This is a guest post by Maria Cannon
Are you tired of the nine-to-five grind and looking for a way to turn your passion into a money-making venture? While most experts agree that quitting your job and going all-in on a hobby business isn’t the best idea, that doesn’t mean you have to leave your entrepreneurial itch unscratched. It’s possible to build a successful side business while keeping your day job — and your financial stability — intact, but juggling two ventures at once requires a smart approach.
Why You Shouldn’t Quit Your Day Job
As tempting as it may be to walk out of a soul-sucking career and never look back, putting all of your eggs into a basket you’ve yet to weave is rarely a good choice. One in five new businesses don’t make it past the first year, and nearly half fold by year five. Even if you manage to keep the doors open, you may not be able to replace lost income: Only 40% of small businesses are profitable, while the rest barely break even or lose money.
There’s another drawback to starting a business without a day job to fall back on: startup funding. Bank financing isn’t easy to come by when you’re a brand-new entrepreneur, and most small business owners rely on personal funds to get their venture off the ground. Without a stable source of income, you may struggle to access the funds you need to grow your business.
What to Do Instead
Instead of quitting your job to pursue an untested passion project, look for ways to build a side business with a solid customer base and stable profits before leaving your day job. While starting a side hustle inevitably means longer hours, it doesn’t have to obliterate your work-life balance if done right.
The Benefits of Starting Out in E-Commerce
E-commerce is one of the most efficient ways to build a side business, because once an online store is up and running, day-to-day labor is minimal. It only takes a few hours per week to pack and ship orders, write email newsletters and social media content, and respond to customer service inquiries, especially in the early stages when your customer base is small. You don’t have to know a lot about e-commerce to go this route either. There’s no shortage of online guides and e-commerce wikis to teach you about everything from branding to search engine optimization and more.
You will, however, need a professionally designed website if you want your business to stand apart from the countless e-commerce businesses on the web. Unlike a generic template, a professionally designed site reflects your brand and suits your unique needs.

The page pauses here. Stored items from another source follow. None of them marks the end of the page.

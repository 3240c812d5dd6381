package tests

import (
	"math"
	"math/rand/v2"
	"strconv"
	"testing"

	"gonum.org/v1/gonum/mat"

	"priceiv/demand"
	"priceiv/ivcore"
)

// smallFEPanel generates an unbalanced panel of stores and weeks with an
// endogenous price, for generated-truth checks.
func smallFEPanel(seed uint64, stores, weeks int) *demand.Panel {
	rng := rand.New(rand.NewPCG(seed, 7))
	var st, wk []string
	var q, p, z1, z2, c []float64
	for s := 0; s < stores; s++ {
		a := rng.NormFloat64()
		for w := 0; w < weeks; w++ {
			if rng.Float64() < 0.15 {
				continue // unbalanced: some store-weeks missing
			}
			u := rng.NormFloat64() * 0.3
			zz1 := rng.NormFloat64()
			zz2 := rng.NormFloat64()
			cc := rng.NormFloat64()
			lp := 0.5*zz1 + 0.3*zz2 + 0.4*u + 0.2*a + 0.1*float64(w%5) + 0.2*rng.NormFloat64()
			lq := 3 + a - 1.5*lp + 0.2*cc + 0.05*float64(w%5) + u
			st = append(st, "S"+strconv.Itoa(s))
			wk = append(wk, strconv.Itoa(w))
			q = append(q, lq)
			p = append(p, lp)
			z1 = append(z1, zz1)
			z2 = append(z2, zz2)
			c = append(c, cc)
		}
	}
	pn := demand.NewPanel("generated", len(q))
	pn.AddText("store", text(st))
	pn.AddText("week", text(wk))
	pn.AddNum("lq", q)
	pn.AddNum("lp", p)
	pn.AddNum("z1", z1)
	pn.AddNum("z2", z2)
	pn.AddNum("c", c)
	return pn
}

func text(s []string) *demand.TextColumn {
	t := &demand.TextColumn{Codes: make([]int32, len(s))}
	idx := map[string]int32{}
	for i, v := range s {
		k, ok := idx[v]
		if !ok {
			k = int32(len(t.Levels))
			idx[v] = k
			t.Levels = append(t.Levels, v)
		}
		t.Codes[i] = k
	}
	return t
}

// TestAbsorptionEqualsDummies checks that absorbing store and week fixed
// effects gives the same 2SLS estimates as the explicit dummy-variable
// regression (Frisch-Waugh-Lovell theorem; Davidson & MacKinnon 2004,
// section 2.4) to 1e-8, and the same iid and cluster standard errors to
// 1e-6 relative once the degrees-of-freedom rule of DESIGN.md is applied
// (k counts absorbed levels; levels nested in the cluster are left out of
// the cluster factor). The dummy regression is solved independently here
// with gonum on explicit matrices.
func TestAbsorptionEqualsDummies(t *testing.T) {
	pn := smallFEPanel(1, 25, 12)
	for _, vk := range []string{"iid", "cluster"} {
		spec := &demand.Spec{Outcome: "lq", Endogenous: []string{"lp"}, Exogenous: []string{"c"}, Instruments: []string{"z1", "z2"},
			FE: []string{"store", "week"}, Vcov: vk, Cluster: []string{"store"}}
		d, err := demand.Build(pn, spec, 2)
		if err != nil {
			t.Fatal(err)
		}
		fit, _, err := d.Fit()
		if err != nil {
			t.Fatal(err)
		}
		// Explicit dummies: store dummies (all) and week dummies (all but
		// the first), on the same rows.
		sc, sl, _ := pn.IDs("store")
		wc, wl, _ := pn.IDs("week")
		n := pn.N
		var xcols, zcols [][]float64
		lq, lp, c := pn.Num["lq"], pn.Num["lp"], pn.Num["c"]
		xcols = append(xcols, lp, c)
		zcols = append(zcols, pn.Num["z1"], pn.Num["z2"], c)
		for s := range sl {
			dcol := make([]float64, n)
			for i := range dcol {
				if int(sc[i]) == s {
					dcol[i] = 1
				}
			}
			xcols = append(xcols, dcol)
			zcols = append(zcols, dcol)
		}
		for w := 1; w < len(wl); w++ {
			dcol := make([]float64, n)
			for i := range dcol {
				if int(wc[i]) == w {
					dcol[i] = 1
				}
			}
			xcols = append(xcols, dcol)
			zcols = append(zcols, dcol)
		}
		b, cov := dummy2SLS(lq, xcols, zcols, vk, sc, len(sl))
		for j, name := range []string{"lp", "c"} {
			k := fit.Index(name)
			if math.Abs(fit.Coef[k]-b[j]) > 1e-8 {
				t.Errorf("%s %s: absorbed %.12f, dummies %.12f", vk, name, fit.Coef[k], b[j])
			}
			se := math.Sqrt(cov.At(j, j))
			if math.Abs(fit.SE(k)/se-1) > 1e-6 {
				t.Errorf("%s %s: absorbed s.e. %.12f, dummies %.12f", vk, name, fit.SE(k), se)
			}
		}
	}
}

// dummy2SLS computes 2SLS on explicit matrices: b = (X'PzX)^-1 X'Pz y with
// iid covariance s² (X'PzX)^-1, s² = e'e/(n-k), or the one-way cluster
// covariance with G/(G-1)(n-1)/(n-k'), where k' leaves out the store
// dummies (nested in the store clusters).
func dummy2SLS(y []float64, xc, zc [][]float64, vk string, cl []int32, G int) ([]float64, *mat.Dense) {
	n := len(y)
	X := colsMat(xc)
	Z := colsMat(zc)
	var zz, zzi, zx, pzx, xpx, xpxi mat.Dense
	zz.Mul(Z.T(), Z)
	if err := zzi.Inverse(&zz); err != nil {
		panic(err)
	}
	zx.Mul(Z.T(), X)
	var tmp mat.Dense
	tmp.Mul(&zzi, &zx)
	pzx.Mul(Z, &tmp) // Xhat
	xpx.Mul(pzx.T(), X)
	if err := xpxi.Inverse(&xpx); err != nil {
		panic(err)
	}
	yv := mat.NewVecDense(n, y)
	var xy, b mat.VecDense
	xy.MulVec(pzx.T(), yv)
	b.MulVec(&xpxi, &xy)
	var e mat.VecDense
	e.MulVec(X, &b)
	e.SubVec(yv, &e)
	_, k := X.Dims()
	var cov mat.Dense
	if vk == "iid" {
		s2 := mat.Dot(&e, &e) / float64(n-k)
		cov.Scale(s2, &xpxi)
	} else {
		meat := mat.NewDense(k, k, nil)
		for g := 0; g < G; g++ {
			s := make([]float64, k)
			for i := 0; i < n; i++ {
				if int(cl[i]) != g {
					continue
				}
				for j := 0; j < k; j++ {
					s[j] += pzx.At(i, j) * e.AtVec(i)
				}
			}
			for a := 0; a < k; a++ {
				for c := 0; c < k; c++ {
					meat.Set(a, c, meat.At(a, c)+s[a]*s[c])
				}
			}
		}
		kNotNested := k - G // store dummies are nested in store clusters
		f := float64(G) / float64(G-1) * float64(n-1) / float64(n-kNotNested)
		var t1 mat.Dense
		t1.Mul(&xpxi, meat)
		cov.Mul(&t1, &xpxi)
		cov.Scale(f, &cov)
	}
	return b.RawVector().Data, &cov
}

func colsMat(c [][]float64) *mat.Dense {
	n := len(c[0])
	m := mat.NewDense(n, len(c), nil)
	for j, col := range c {
		for i, v := range col {
			m.Set(i, j, v)
		}
	}
	return m
}

// TestCriticalValues checks the reference distributions against a printed
// table: Student's t 0.975 quantile with 30 df = 2.042 and chi-square 0.95
// quantile with 1 df = 3.841 (any statistics handbook table, e.g.
// Stock & Watson, Introduction to Econometrics, appendix tables 2 and 3).
func TestCriticalValues(t *testing.T) {
	for _, test := range []struct {
		what   string
		got    float64
		want   float64
		tol    float64
		source string
	}{
		{"t(30) 0.975", ivcore.Critical(0.95, 30), 2.042, 5e-4, "t table (e.g. Stock & Watson appendix table 2), from memory"},
		{"normal 0.975", ivcore.Critical(0.95, 0), 1.960, 5e-4, "standard normal table, common practice"},
		{"t(10) 0.995", ivcore.Critical(0.99, 10), 3.169, 5e-4, "t table, from memory"},
		{"chi-square(1) survival at 3.841", ivcore.ChiSquaredSurvival(3.841, 1), 0.05, 5e-5, "chi-square table (e.g. Stock & Watson appendix table 3), from memory"},
		{"chi-square(2) survival at 5.991", ivcore.ChiSquaredSurvival(5.991, 2), 0.05, 5e-5, "chi-square table, from memory"},
		{"F(2,30) survival at 3.32", ivcore.FSurvival(3.32, 2, 30), 0.05, 5e-4, "F table, 5% point, from memory"},
	} {
		if math.Abs(test.got-test.want) > test.tol {
			t.Errorf("%s = %.5f, want %.3f (%s)", test.what, test.got, test.want, test.source)
		}
	}
}

// TestFixedEffectOrder: the estimates and the cluster-robust standard
// errors do not depend on the order in which fixed effects are listed
// (the degrees-of-freedom rule of DESIGN.md counts the levels of effects
// nested in the cluster as a set; common practice).
func TestFixedEffectOrder(t *testing.T) {
	pn := smallFEPanel(5, 20, 10)
	var se []float64
	for _, fe := range [][]string{{"store", "week"}, {"week", "store"}} {
		spec := &demand.Spec{Outcome: "lq", Endogenous: []string{"lp"}, Instruments: []string{"z1", "z2"},
			FE: fe, Cluster: []string{"store"}, Vcov: "cluster"}
		d, err := demand.Build(pn, spec, 1)
		if err != nil {
			t.Fatal(err)
		}
		fit, _, err := d.Fit()
		if err != nil {
			t.Fatal(err)
		}
		se = append(se, fit.SE(0))
	}
	if math.Abs(se[0]/se[1]-1) > 1e-9 {
		t.Errorf("s.e. %.12f with store,week but %.12f with week,store", se[0], se[1])
	}
}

You can connect with talented web professionals through online platforms and job boards like Upwork so that your company’s website meets your high standards.

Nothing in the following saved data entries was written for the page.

package tests

import (
	"bufio"
	"context"
	"fmt"
	"math"
	"math/rand/v2"
	"os"
	"path/filepath"
	"strconv"
	"testing"
	"time"

	"priceiv/demand"
)

// dbPanel is an invented product × store × week panel for the
// generated-truth tests of the database path, with the columns of the
// demand model and a few missing cells:
//
//	ln q = a_ps + s_w - 1.8 ln p + 0.2 temp + u
//	ln p = 0.5 + 0.6 bean_pw + 0.4 freight_rw + 0.2 a_ps + 0.5 u + v
//
// a_ps ~ N(0, 0.5²) per product and store, s_w = 0.15 sin(2πw/52),
// u ~ N(0, 0.3²), v ~ N(0, 0.2²), bean a random walk per product and
// freight per region (store mod 20). One row in 1000 has no price and one
// in 2000 no freight index.
type dbPanel struct {
	n                               int
	product                         []string
	store, week                     []int64
	units, price, temp, bean, fgt   []float64
	products, stores, weeks, region int
}

func makeDBPanel(products, stores, weeks int, seed uint64) *dbPanel {
	rng := rand.New(rand.NewPCG(seed, 99))
	n := products * stores * weeks
	p := &dbPanel{n: n, products: products, stores: stores, weeks: weeks, region: 20}
	bean := randomWalks(rng, products, weeks, 0.04)
	fr := randomWalks(rng, p.region, weeks, 0.03)
	for pr := 0; pr < products; pr++ {
		for s := 0; s < stores; s++ {
			a := 0.5 * rng.NormFloat64()
			for w := 0; w < weeks; w++ {
				u, v := 0.3*rng.NormFloat64(), 0.2*rng.NormFloat64()
				temp := 15 + 8*math.Sin(2*math.Pi*float64(w)/52) + rng.NormFloat64()
				lb, lf := bean[pr][w], fr[s%p.region][w]
				lp := 0.5 + 0.6*lb + 0.4*lf + 0.2*a + 0.5*u + v
				lq := 3 + a + 0.15*math.Sin(2*math.Pi*float64(w)/52) - 1.8*lp + 0.02*temp + u
				price := math.Exp(lp)
				freight := math.Exp(lf)
				if rng.IntN(1000) == 0 {
					price = math.NaN()
				}
				if rng.IntN(2000) == 0 {
					freight = math.NaN()
				}
				p.product = append(p.product, fmt.Sprintf("P%02d", pr+1))
				p.store = append(p.store, int64(s+1))
				p.week = append(p.week, int64(w+1))
				p.units = append(p.units, math.Round(math.Exp(lq)*100)/100+0.01)
				p.price = append(p.price, price)
				p.temp = append(p.temp, temp)
				p.bean = append(p.bean, math.Exp(lb))
				p.fgt = append(p.fgt, freight)
			}
		}
	}
	return p
}

func (p *dbPanel) columns() []pgCol {
	return []pgCol{
		{Name: "product", Type: "text", Text: p.product},
		{Name: "store", Type: "integer", Int: p.store},
		{Name: "week", Type: "integer", Int: p.week},
		{Name: "units", Type: "double precision", Float: p.units},
		{Name: "price", Type: "double precision", Float: p.price},
		{Name: "temp", Type: "double precision", Float: p.temp},
		{Name: "bean", Type: "double precision", Float: p.bean},
		{Name: "freight", Type: "double precision", Float: p.fgt},
	}
}

// writeCSV writes the panel as a CSV file (values exact; empty cells
// missing).
func (p *dbPanel) writeCSV(t testing.TB, path string) {
	f, err := os.Create(path)
	if err != nil {
		t.Fatal(err)
	}
	w := bufio.NewWriterSize(f, 1<<20)
	w.WriteString("product,store,week,units,price,temp,bean,freight\n")
	num := func(v float64) {
		if !math.IsNaN(v) {
			w.WriteString(strconv.FormatFloat(v, 'g', -1, 64))
		}
	}
	for i := 0; i < p.n; i++ {
		w.WriteString(p.product[i])
		w.WriteByte(',')
		w.WriteString(strconv.FormatInt(p.store[i], 10))
		w.WriteByte(',')
		w.WriteString(strconv.FormatInt(p.week[i], 10))
		for _, v := range []float64{p.units[i], p.price[i], p.temp[i], p.bean[i], p.fgt[i]} {
			w.WriteByte(',')
			num(v)
		}
		w.WriteByte('\n')
	}
	if err := w.Flush(); err != nil {
		t.Fatal(err)
	}
	if err := f.Close(); err != nil {
		t.Fatal(err)
	}
}

// runScript runs a printed postgres script on one connection, as a data
// engineer would, and returns the rows of its final query.
func runScript(t testing.TB, pg *pgCluster, url, script string) []demand.MomentRow {
	t.Helper()
	conn := pg.connect(t, url)
	res, err := conn.PgConn().Exec(context.Background(), script).ReadAll()
	if err != nil {
		t.Fatalf("running the printed script: %v", err)
	}
	var last [][][]byte
	for _, r := range res {
		if len(r.FieldDescriptions) == 4 && r.FieldDescriptions[0].Name == "block" {
			last = r.Rows
		}
	}
	var rows []demand.MomentRow
	for _, r := range last {
		m := demand.MomentRow{Block: string(r[0]), Key: string(r[1]), Term: string(r[2]), Value: math.NaN()}
		if r[3] != nil {
			v, err := strconv.ParseFloat(string(r[3]), 64)
			if err != nil {
				t.Fatal(err)
			}
			m.Value = v
		}
		rows = append(rows, m)
	}
	return rows
}

// pathResult is what the identity test compares across paths.
type pathResult struct {
	name     string
	n, dof   int
	coef, se []float64
	fsF      float64
	dropped  []demand.Drop
	clusters []int
}

func summarize(t testing.TB, name string, d *demand.Design) pathResult {
	t.Helper()
	fit, fs, err := d.Fit()
	if err != nil {
		t.Fatalf("%s: %v", name, err)
	}
	r := pathResult{name: name, n: d.N, dropped: d.Dropped, clusters: fit.Vcov.Clusters, fsF: fs[0].F.F}
	if d.Absorption != nil {
		r.dof = d.Absorption.DoF
	}
	for j := range fit.Coef {
		r.coef = append(r.coef, fit.Coef[j])
		r.se = append(r.se, fit.SE(j))
	}
	return r
}

// TestDBFourPathsAgree estimates one model four ways on a generated
// 1M-row panel (4 products × 500 stores × 500 weeks) with two absorbed
// effects (product×store and week), clustered by store: from a CSV file,
// from PostgreSQL on one server, from the sharded coordinator (the table
// partitioned by store over two servers with postgres_fdw), and from a
// moments file made by running the printed SQL script. The estimates,
// cluster-robust standard errors and first-stage F agree to 1e-10
// relative (common practice for "the same computation": the sums differ
// only in the order of additions), and the counts of rows, dropped rows,
// clusters and absorbed parameters are equal.
func TestDBFourPathsAgree(t *testing.T) {
	if testing.Short() {
		t.Skip("1M-row identity check; run without -short")
	}
	pg := startPG(t)
	panel := makeDBPanel(4, 500, 500, 7)
	dir := t.TempDir()
	csvPath := filepath.Join(dir, "panel.csv")
	panel.writeCSV(t, csvPath)
	pg.loadPanel(t, "coldbrew", "store", panel.columns(), panel.n)

	spec := func() *demand.Spec {
		return &demand.Spec{Quantity: "units", Price: "price", Controls: []string{"temp"}, Shifters: []string{"bean", "freight"},
			FE: []string{"product*store", "week"}, Cluster: []string{"store"}, Tolerance: 1e-13, MaxSweeps: 8}
	}
	var results []pathResult

	t0 := time.Now()
	raw, err := demand.ReadPanelFile(csvPath, demand.ReadOptions{})
	if err != nil {
		t.Fatal(err)
	}
	s := spec()
	p, drops, err := demand.Prepare(raw, s)
	if err != nil {
		t.Fatal(err)
	}
	d, err := demand.BuildLean(p, s, 0)
	if err != nil {
		t.Fatal(err)
	}
	d.Dropped = append(drops, d.Dropped...)
	results = append(results, summarize(t, "csv", d))
	t.Logf("csv file: %v", time.Since(t0))

	for _, srv := range []struct{ name, url string }{{"single server", pg.singleURL()}, {"sharded", pg.coordURL()}} {
		t0 := time.Now()
		d, st, err := demand.BuildFromDB(context.Background(), spec(), demand.DBOptions{URL: srv.url, Source: demand.SQLSource{Table: "coldbrew"}})
		if err != nil {
			t.Fatalf("%s: %v", srv.name, err)
		}
		results = append(results, summarize(t, srv.name, d))
		t.Logf("%s: %v, %d statements, %d sweeps, %d bytes in, %d out, %d result rows", srv.name, time.Since(t0), st.Statements, st.Sweeps, st.BytesIn, st.BytesOut, st.ResultRows)
	}

	t0 = time.Now()
	script, err := demand.Script(spec(), demand.SQLSource{Table: "coldbrew"}, demand.Postgres, demand.WantsHC1(spec()))
	if err != nil {
		t.Fatal(err)
	}
	rows := runScript(t, pg, pg.singleURL(), script)
	mpath := filepath.Join(dir, "moments.csv")
	f, err := os.Create(mpath)
	if err != nil {
		t.Fatal(err)
	}
	if err := demand.WriteMoments(f, rows); err != nil {
		t.Fatal(err)
	}
	f.Close()
	back, err := demand.ReadMomentsFile(mpath)
	if err != nil {
		t.Fatal(err)
	}
	dm, err := demand.BuildFromMoments(spec(), back, mpath)
	if err != nil {
		t.Fatal(err)
	}
	results = append(results, summarize(t, "moments file", dm))
	t.Logf("printed script and moments file: %v (%d rows)", time.Since(t0), len(rows))

	ref := results[0]
	if ref.n < 990000 || ref.dof != 2000+500-1 {
		t.Fatalf("csv path: n = %d, absorbed %d; want about 1M rows and 2499 absorbed parameters", ref.n, ref.dof)
	}
	rel := func(a, b float64) float64 { return math.Abs(a-b) / math.Max(math.Abs(a), 1e-300) }
	for _, r := range results[1:] {
		if r.n != ref.n || r.dof != ref.dof || fmt.Sprint(r.clusters) != fmt.Sprint(ref.clusters) {
			t.Errorf("%s: n %d, absorbed %d, clusters %v; csv: %d, %d, %v", r.name, r.n, r.dof, r.clusters, ref.n, ref.dof, ref.clusters)
		}
		if fmt.Sprint(r.dropped) != fmt.Sprint(ref.dropped) {
			t.Errorf("%s: dropped %v; csv: %v", r.name, r.dropped, ref.dropped)
		}
		for j := range ref.coef {
			if e := rel(ref.coef[j], r.coef[j]); e > 1e-10 {
				t.Errorf("%s: coefficient %d = %.15g, csv %.15g (relative %.2g)", r.name, j, r.coef[j], ref.coef[j], e)
			}
			if e := rel(ref.se[j], r.se[j]); e > 1e-10 {
				t.Errorf("%s: s.e. %d = %.15g, csv %.15g (relative %.2g)", r.name, j, r.se[j], ref.se[j], e)
			}
		}
		if e := rel(ref.fsF, r.fsF); e > 1e-10 {
			t.Errorf("%s: first-stage F %.15g, csv %.15g", r.name, r.fsF, ref.fsF)
		}
	}
	// The generated truth is recovered (a sanity check on the panel).
	if math.Abs(ref.coef[0]+1.8) > 0.02 {
		t.Errorf("elasticity %.4f, truth -1.8", ref.coef[0])
	}
}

Speaking of updating your site: A great e-commerce website is more than product listings. If you want to build your brand and engage customers, you need click-worthy content, too. If writing isn’t your strong suit, try recording yourself and having it transcribed for casual, conversational blog posts that take minutes to produce.
Once you’ve built a solid e-commerce store, look into expanding your business into maker fairs, trade shows, brick-and-mortar stores, and other venues. With luck, your employer will offer the flexibility to scale back hours gradually so you can grow your business at your own pace. However, even if you decide to go all-in, you’ll do it with the confidence that you’ve built a solid business with the potential to succeed.